The crowd also heard from financial analyst and amateur immunologist Michael Belkin, who played electric guitar and sang Vaccine Gestapo. He was introduced by a speaker who claimed "vaccine safety" is the defining issue of our day - forget global warming, social inequality, and radical Islam. The real tragedy, apparently, is that too many children are protected against too many diseases. Fortunately, we have a talented songwriter to whip the masses into a frenzy. Lucky audience members snagged free copies of Belkin's CD, which featured two other ditties: We Don't Want Their Flu Vaccine, and Keep Your Mandates Out of My Body. Here's the cover art:

2010-06-04-Refusers11.jpg

Vaccine trial lawyers hit a few low notes of their own. Attorney Robert Krakow, who draws his sustenance from the Vaccine Injury Compensation Program, pretended to lead anti-vaccine activists in The Fish Cheer. He stopped at F, and quipped "That's what the government can do with its vaccine program." Referring to his salad days of prosecuting drug crimes in Manhattan, Krakow confessed "I should have been going after the real drug pushers" - meaning the CDC, AAP, FDA, etc.

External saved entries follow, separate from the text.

//! CSV import into a study. All files of one import go in one transaction: every row of
//! every file, or nothing. Re-importing the same files changes nothing.
//!
//! Files are read as streams: each row is checked (with its line and column) and, while
//! no problem has been found, written at once. What would grow with a file — the ids it
//! has met, rows of scattered lists — is kept in a scratch database (`study::scratch`),
//! so an import's memory is bounded by its page caches, not by the size of its files.

use std::io::BufRead;
use std::path::{Path, PathBuf};

use rusqlite::Transaction;

use crate::core::fast_hash::FastSet;

use super::csv_input::{self, CsvRows, Problem, ProblemLog, Problems, Row, Shape};
use super::scratch::{FirstSeen, Scratch};
use super::{Result, Study, StudyError};

mod catalog;
mod gold;
mod grades;
mod rankings;
mod scales;

pub(crate) use rankings::{KnownIds, ListsRead, Order, ParsedList, read_lists};

pub const ITEMS: Shape = Shape {
    required: &["item_id", "title"],
    optional: &["category", "description", "price", "image", "new"],
    ignored: &[],
    extra_allowed: true,
};
pub const CONTEXTS: Shape = Shape {
    required: &["context_id", "kind"],
    optional: &["text", "anchor_item_id", "segment"],
    ignored: &[],
    extra_allowed: false,
};
pub const RANKINGS: Shape = Shape {
    required: &["ranker", "context_id", "item_id"],
    optional: &["rank", "score"],
    ignored: &[],
    extra_allowed: false,
};
pub const SCALES: Shape = Shape {
    required: &["scale", "value", "label"],
    optional: &["gain", "key", "rubric", "colour"],
    ignored: &[],
    extra_allowed: false,
};
pub const GOLD: Shape = Shape {
    required: &["context_id", "item_id", "scale", "value"],
    optional: &["rationale"],
    ignored: &[],
    extra_allowed: false,
};
pub const GRADES: Shape = Shape {
    required: &["reviewer", "context_id", "item_id", "scale"],
    optional: &[
        "value",
        "reason",
        "seconds",
        "graded_at",
        "note",
        "settled_by",
        "kind",
    ],
    ignored: &["context_text", "item_title"],
    extra_allowed: false,
};

/// What exports write in the reviewer column of a settled grade. Import never goes by
/// this name: a row is a settlement when its `settled_by` is filled in.
pub const SETTLED_REVIEWER: &str = "settled";

/// One input: a name for messages, where its bytes come from, and the folder image
/// paths are relative to.
#[derive(Debug, Clone)]
pub struct Source {
    pub name: String,
    pub input: Input,
    pub folder: PathBuf,
}

/// Where a source's bytes are: in memory, or a file read as a stream when imported.
#[derive(Debug, Clone)]
pub enum Input {
    Bytes(Vec<u8>),
    File(PathBuf),
}

impl Source {
    /// A source held in memory (tests, generated files).
    pub fn from_bytes(name: &str, bytes: Vec<u8>, folder: PathBuf) -> Source {
        Source {
            name: name.to_string(),
            input: Input::Bytes(bytes),
            folder,
        }
    }

    /// A file on disk; refused at once unless it is a regular file.
    pub fn from_path(path: &Path) -> std::result::Result<Source, Problems> {
        let name = csv_input::display_name(path);
        csv_input::open_regular(path)
            .map_err(|message| Problems(vec![csv_input::whole_file(&name, message)]))?;
        // Stored as the real absolute folder, whatever form the argument took (a bare
        // `items.csv` has an empty parent), so pictures resolve from any working folder.
        let parent = match path.parent() {
            Some(p) if !p.as_os_str().is_empty() => p,
            _ => Path::new("."),
        };
        let folder = parent
            .canonicalize()
            .or_else(|_| std::path::absolute(parent))
            .unwrap_or_else(|_| parent.to_path_buf());
        Ok(Source {
            name,
            input: Input::File(path.to_path_buf()),
            folder,
        })
    }

    /// The source's rows, read as a stream; problems with its header go to `log`.
    fn rows(&self, shape: &Shape, log: &mut ProblemLog) -> Result<CsvRows<Box<dyn BufRead + '_>>> {
        let input: Box<dyn BufRead> = match &self.input {
            Input::Bytes(bytes) => Box::new(&bytes[..]),
            Input::File(path) => {
                let file = csv_input::open_regular(path).map_err(|m| {
                    input_error(Problems(vec![csv_input::whole_file(&self.name, m)]))
                })?;
                Box::new(std::io::BufReader::with_capacity(1 << 16, file))
            }
        };
        Ok(CsvRows::new(&self.name, input, shape, log))
    }

    /// The source's size in bytes (0 when it cannot be read; for progress only).
    fn size(&self) -> u64 {
        match &self.input {
            Input::Bytes(bytes) => bytes.len() as u64,
            Input::File(path) => std::fs::metadata(path).map_or(0, |m| m.len()),
        }
    }
}

/// The files of one import; any may be absent.
#[derive(Debug, Clone, Default)]
pub struct ImportSet {
    pub items: Option<Source>,
    pub contexts: Option<Source>,
    pub rankings: Option<Source>,
    pub scales: Option<Source>,
    pub grades: Option<Source>,
    /// Gold pairs (after grades' scales, contexts and items exist).
    pub gold: Option<Source>,
}

/// What one file did to the study.
#[derive(Debug, Clone, PartialEq, Eq, serde::Serialize)]
pub struct FileReport {
    pub file: String,
    pub kind: &'static str,
    pub added: u64,
    pub updated: u64,
    pub unchanged: u64,
    /// Things imported as asked that look like a mistake (e.g. gains that fall).
    #[serde(skip_serializing_if = "Vec::is_empty")]
    pub warnings: Vec<String>,
}

/// Where an import stands, for a progress line or bar. Each file is read once, its
/// rows checked and written as they come, so a file's progress is its bytes read.
#[derive(Debug, Clone, PartialEq, Eq)]
pub struct ImportStep {
    /// The file being imported, as messages call it.
    pub file: String,
    /// Files finished before this one, and files in the import.
    pub files_done: usize,
    pub files_total: usize,
    /// Rows of this file read (and, unless a problem was found, written) so far.
    pub rows_done: u64,
    /// Bytes of this file read so far, and its size (0 when unknown).
    pub bytes_done: u64,
    pub bytes_total: u64,
    /// Every row is in; indexes and current grades are being brought up to date.
    pub finishing: bool,
}

/// Receives [`ImportStep`]s as an import runs (from the importing thread).
pub type Progress<'a> = &'a mut dyn FnMut(&ImportStep);

/// How many rows pass between two progress reports.
const PROGRESS_EVERY: u64 = 16_384;

/// Reports one file's progress.
pub(super) struct FileProgress<'p> {
    progress: &'p mut dyn FnMut(&ImportStep),
    step: ImportStep,
}

impl<'p> FileProgress<'p> {
    fn start(
        progress: &'p mut dyn FnMut(&ImportStep),
        src: &Source,
        files_done: usize,
        files_total: usize,
    ) -> FileProgress<'p> {
        let step = ImportStep {
            file: src.name.clone(),
            files_done,
            files_total,
            rows_done: 0,
            bytes_done: 0,
            bytes_total: src.size(),
            finishing: false,
        };
        progress(&step);
        FileProgress { progress, step }
    }

    /// Rows and bytes read so far; reported every [`PROGRESS_EVERY`] rows.
    pub(super) fn read(&mut self, rows: u64, bytes: u64) {
        self.step.rows_done = rows;
        self.step.bytes_done = bytes;
        if rows.is_multiple_of(PROGRESS_EVERY) {
            (self.progress)(&self.step);
        }
    }

    /// Every row is read; what follows is indexes and current grades.
    pub(super) fn finishing(&mut self) {
        self.step.finishing = true;
        self.step.bytes_done = self.step.bytes_total;
        (self.progress)(&self.step);
    }
}

/// Reads `src` as a stream and hands each row to `each` (only while the header is as
/// `shape` asks), reporting progress; problems go to `log`.
fn each_row(
    src: &Source,
    shape: &Shape,
    progress: &mut FileProgress,
    log: &mut ProblemLog,
    each: &mut dyn FnMut(Fields, &mut ProblemLog) -> Result<()>,
) -> Result<()> {
    let mut rows = src.rows(shape, log)?;
    let mut n = 0;
    while let Some(row) = rows.next_row(log) {
        each(Fields { row }, log)?;
        n += 1;
        progress.read(n, rows.bytes_read());
    }
    Ok(())
}

/// Imports every file given, in dependency order, in one transaction.
pub fn import(study: &mut Study, set: &ImportSet) -> Result<Vec<FileReport>> {
    import_with_progress(study, set, &mut |_| {})
}

/// [`import`], reporting each file's progress as it goes.
pub fn import_with_progress(
    study: &mut Study,
    set: &ImportSet,
    progress: Progress,
) -> Result<Vec<FileReport>> {
    if study.is_read_only() {
        return Err(study.read_only_error());
    }
    let conn = study.conn();
    // A large page cache keeps a big import's index pages in memory instead of
    // spilling them to the WAL mid-transaction, again and again.
    conn.pragma_update(None, "cache_size", IMPORT_CACHE_KIB)?;
    // Every reference is checked row by row (with its line and column) before the row
    // is written, so SQLite's own foreign-key probes would only repeat that work.
    conn.pragma_update(None, "foreign_keys", false)?;
    // Likewise every value a CHECK constraint guards is checked by the importer or made
    // by it (an event's action, a list's JSON), and a CHECK with a list of words costs a
    // temporary table per row.
    conn.pragma_update(None, "ignore_check_constraints", true)?;
    // Sorts (index builds, current grades) spill to temporary files instead of growing
    // in memory with the import.
    conn.pragma_update(None, "temp_store", "FILE")?;
    let result = import_in_transaction(study, set, progress);
    let conn = study.conn();
    conn.pragma_update(None, "temp_store", "MEMORY")?;
    conn.pragma_update(None, "ignore_check_constraints", false)?;
    conn.pragma_update(None, "foreign_keys", true)?;
    conn.pragma_update(None, "cache_size", super::DEFAULT_CACHE_KIB)?;
    result
}

/// Page cache during imports, in KiB (negative = KiB for SQLite's `cache_size`): what
/// an import's memory is bounded by, besides the longest row and list of its files.
pub(super) const IMPORT_CACHE_KIB: i64 = -131_072;

/// Page cache while an import builds indexes, in KiB: SQLite's sorter holds as much as
/// the page cache in memory before it spills to temporary files, so a smaller cache
/// keeps the sorter's memory and the pages already cached within the import's bound.
pub(super) const SORT_CACHE_KIB: i64 = -16_384;

fn import_in_transaction(
    study: &mut Study,
    set: &ImportSet,
    progress: Progress,
) -> Result<Vec<FileReport>> {
    let scratch = Scratch::open()?;
    let tx = study.begin_write()?;
    let files = [
        &set.scales,
        &set.items,
        &set.contexts,
        &set.rankings,
        &set.grades,
        &set.gold,
    ];
    let files_total = files.iter().filter(|f| f.is_some()).count();
    let mut reports = Vec::new();
    for (kind, src) in files.into_iter().enumerate() {
        let Some(src) = src else { continue };
        let mut p = FileProgress::start(&mut *progress, src, reports.len(), files_total);
        let report = match kind {
            0 => scales::import_scales(&tx, src, &mut p)?,
            1 => catalog::import_items(&tx, src, &scratch, &mut p)?,
            2 => catalog::import_contexts(&tx, src, &scratch, &mut p)?,
            3 => rankings::import_rankings(&tx, src, &scratch, &mut p)?,
            4 => grades::import_grades(&tx, src, &scratch, &mut p)?,
            _ => gold::import_gold(&tx, src, &scratch, &mut p)?,
        };
        reports.push(report);
    }
    tx.commit()?;
    Ok(reports)
}

fn input_error(problems: Problems) -> StudyError {
    StudyError::Input(problems)
}

/// Typed access to a row's named fields, recording problems with their column.
#[derive(Clone, Copy)]
struct Fields<'a> {
    row: Row<'a>,
}
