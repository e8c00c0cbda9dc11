//! Gold pairs: pairs with a known level, mixed into queues to check reviewers, with the
//! rationale a reviewer in training sees after grading one.

use rusqlite::{OptionalExtension, Transaction, params};

use super::{
    Fields, FileProgress, FileReport, GOLD, PairRefs, Source, each_row, input_error, report,
};
use crate::study::Result;
use crate::study::csv_input::ProblemLog;
use crate::study::scratch::Scratch;

pub(super) fn import_gold(
    tx: &Transaction,
    src: &Source,
    scratch: &Scratch,
    progress: &mut FileProgress,
) -> Result<FileReport> {
    let refs = PairRefs::load(tx)?;
    let mut log = ProblemLog::default();
    let mut seen = scratch.keys()?;
    let mut report = report(src, "gold");
    let mut existing = tx.prepare(
        "SELECT value, rationale FROM gold_pairs WHERE scale = ?1 AND context_id = ?2 AND item_id = ?3",
    )?;
    let mut upsert = tx.prepare(
        "INSERT INTO gold_pairs(context_id, item_id, scale, value, rationale) VALUES (?1, ?2, ?3, ?4, ?5)
         ON CONFLICT(scale, context_id, item_id) DO UPDATE SET value = excluded.value, rationale = excluded.rationale",
    )?;
    each_row(src, &GOLD, progress, &mut log, &mut |f, log| {
        let Some((context, item, scale, value)) = checked_pair(&f, &refs, log) else {
            return Ok(());
        };
        let key = [scale, context, item].join("\0");
        if let Some((_, first)) = seen.first(&key, &key, f.row.line)? {
            log.push(f.problem(
                "item_id",
                format!("the gold pair ({context}, {item}) on scale \"{scale}\" is given twice (first on line {first})"),
            ));
            return Ok(());
        }
        if !log.0.is_empty() {
            return Ok(());
        }
        let rationale = f.text("rationale");
        let old: Option<(u8, String)> = existing
            .query_row(params![scale, context, item], |r| {
                Ok((r.get(0)?, r.get(1)?))
            })
            .optional()?;
        match old {
            Some((v, r)) if v == value && r == rationale => {
                report.unchanged += 1;
                return Ok(());
            }
            Some(_) => report.updated += 1,
            None => report.added += 1,
        }
        upsert.execute(params![context, item, scale, value, rationale])?;
        Ok(())
    })?;
    log.into_result().map_err(input_error)?;
    Ok(report)
}

/// One row's pair and known level checked; `None` once a problem is logged.
fn checked_pair<'a>(
    f: &Fields<'a>,
    refs: &PairRefs,
    log: &mut ProblemLog,
) -> Option<(&'a str, &'a str, &'a str, u8)> {
    let (Some(context), Some(item), Some(scale)) = (
        f.required("context_id", log),
        f.required("item_id", log),
        f.required("scale", log),
    ) else {
        return None;
    };
    let levels = refs.check(f, context, item, scale, log)?;
    let text = f.text("value").trim();
    match text.parse::<u8>() {
        Ok(v) if i64::from(v) < levels => Some((context, item, scale, v)),
        _ => {
            log.push(f.problem(
                "value",
                format!(
                    "a gold pair needs its known level of scale \"{scale}\" (0 to {}), got \"{text}\"",
                    levels - 1
                ),
            ));
            None
        }
    }
}
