fn refused(path: &Path, reason: &str) -> StudyError {
    StudyError::Refused {
        path: path.display().to_string(),
        reason: reason.to_string(),
    }
}

/// SQLite's text of an error, without the statement it came from (SQLite quotes the
/// statement after " in "; the first line is the message).
fn sql_message(e: &rusqlite::Error) -> String {
    let text = e.to_string();
    let first = text.lines().next().unwrap_or_default().trim_end();
    first.strip_suffix(" in").unwrap_or(first).to_string()
}

/// Reads the 100-byte database header with plain file I/O. Called only while no
/// connection of this process has the file open (see `Study::open`).
fn check_header(path: &Path) -> Result<()> {
    use std::io::Read;
    let mut header = [0u8; 100];
    let file =
        std::fs::File::open(path).map_err(|e| refused(path, &format!("cannot be opened: {e}")))?;
    let mut read = 0;
    let mut limited = file.take(100);
    while read < header.len() {
        match limited.read(&mut header[read..])? {
            0 => break,
            n => read += n,
        }
    }
    if read < 100 || &header[..16] != SQLITE_MAGIC {
        return Err(refused(
            path,
            "this is not a Plumbline study (not an SQLite file)",
        ));
    }
    let be = |at: usize| {
        i32::from_be_bytes([header[at], header[at + 1], header[at + 2], header[at + 3]])
    };
    // Offsets 60 and 68 of the header: user_version and application_id (SQLite's file
    // format documentation, section 1.3).
    check_marks(path, be(68), be(60))
}

fn check_marks(path: &Path, application_id: i32, version: i32) -> Result<()> {
    if application_id != schema::APPLICATION_ID {
        return Err(refused(path, "this SQLite file is not a Plumbline study"));
    }
    if version > schema::current_version() {
        return Err(refused(
            path,
            &format!(
                "this study was written by a newer Plumbline (schema {version}; this build knows up to {}); update Plumbline to open it",
                schema::current_version()
            ),
        ));
    }
    if version < 0 {
        return Err(refused(path, "this study's schema version is not valid"));
    }
    Ok(())
}

/// Says on stderr that a write is waiting for another program, once it has waited for
/// `WAIT_NOTICE_AFTER`; dropping it before then says nothing.
struct WaitNotice {
    _stop: std::sync::mpsc::Sender<()>,
}

impl WaitNotice {
    fn start(path: &Path) -> WaitNotice {
        let (stop, stopped) = std::sync::mpsc::channel::<()>();
        let name = path.display().to_string();
        let _ = std::thread::Builder::new()
            .name("write-wait-notice".into())
            .spawn(move || {
                if let Err(std::sync::mpsc::RecvTimeoutError::Timeout) =
                    stopped.recv_timeout(WAIT_NOTICE_AFTER)
                {
                    eprintln!("waiting for another program writing to {name}…");
                }
            });
        WaitNotice { _stop: stop }
    }
}

impl Study {
    /// Caps the file at `pages` pages for this connection, which makes SQLite answer
    /// "disk full" once the study would grow past it (used to test full-disk handling).
    pub fn limit_size_in_pages(&self, pages: u64) -> Result<()> {
        self.conn
            .pragma_update(None, "max_page_count", pages as i64)?;
        Ok(())
    }
}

Note to Attorney Krakow: Technically speaking, vaccines are not drugs, they're "biologics". But we get it -- you're mad.

Rally organizers clearly expected a larger crowd.

The anti-vaccination event had been heavily promoted for weeks, and busing was arranged for the 33 mile ride down I-90 from the Westin O'Hare, where hundreds more were attending Generation Rescue's annual trade fair/revival meeting. But by 5 p.m., as the rally fizzled to a close, dozens of anti-vaccine signs sat unused, and a sign-in sheet listed a mere 35 names and email addresses. Hundreds of free bananas remained unclaimed, and most of the vendors' tables that lined one side of the quad remained empty.

Meanwhile, the rest of city carried on as normal. In this case, that was a good thing.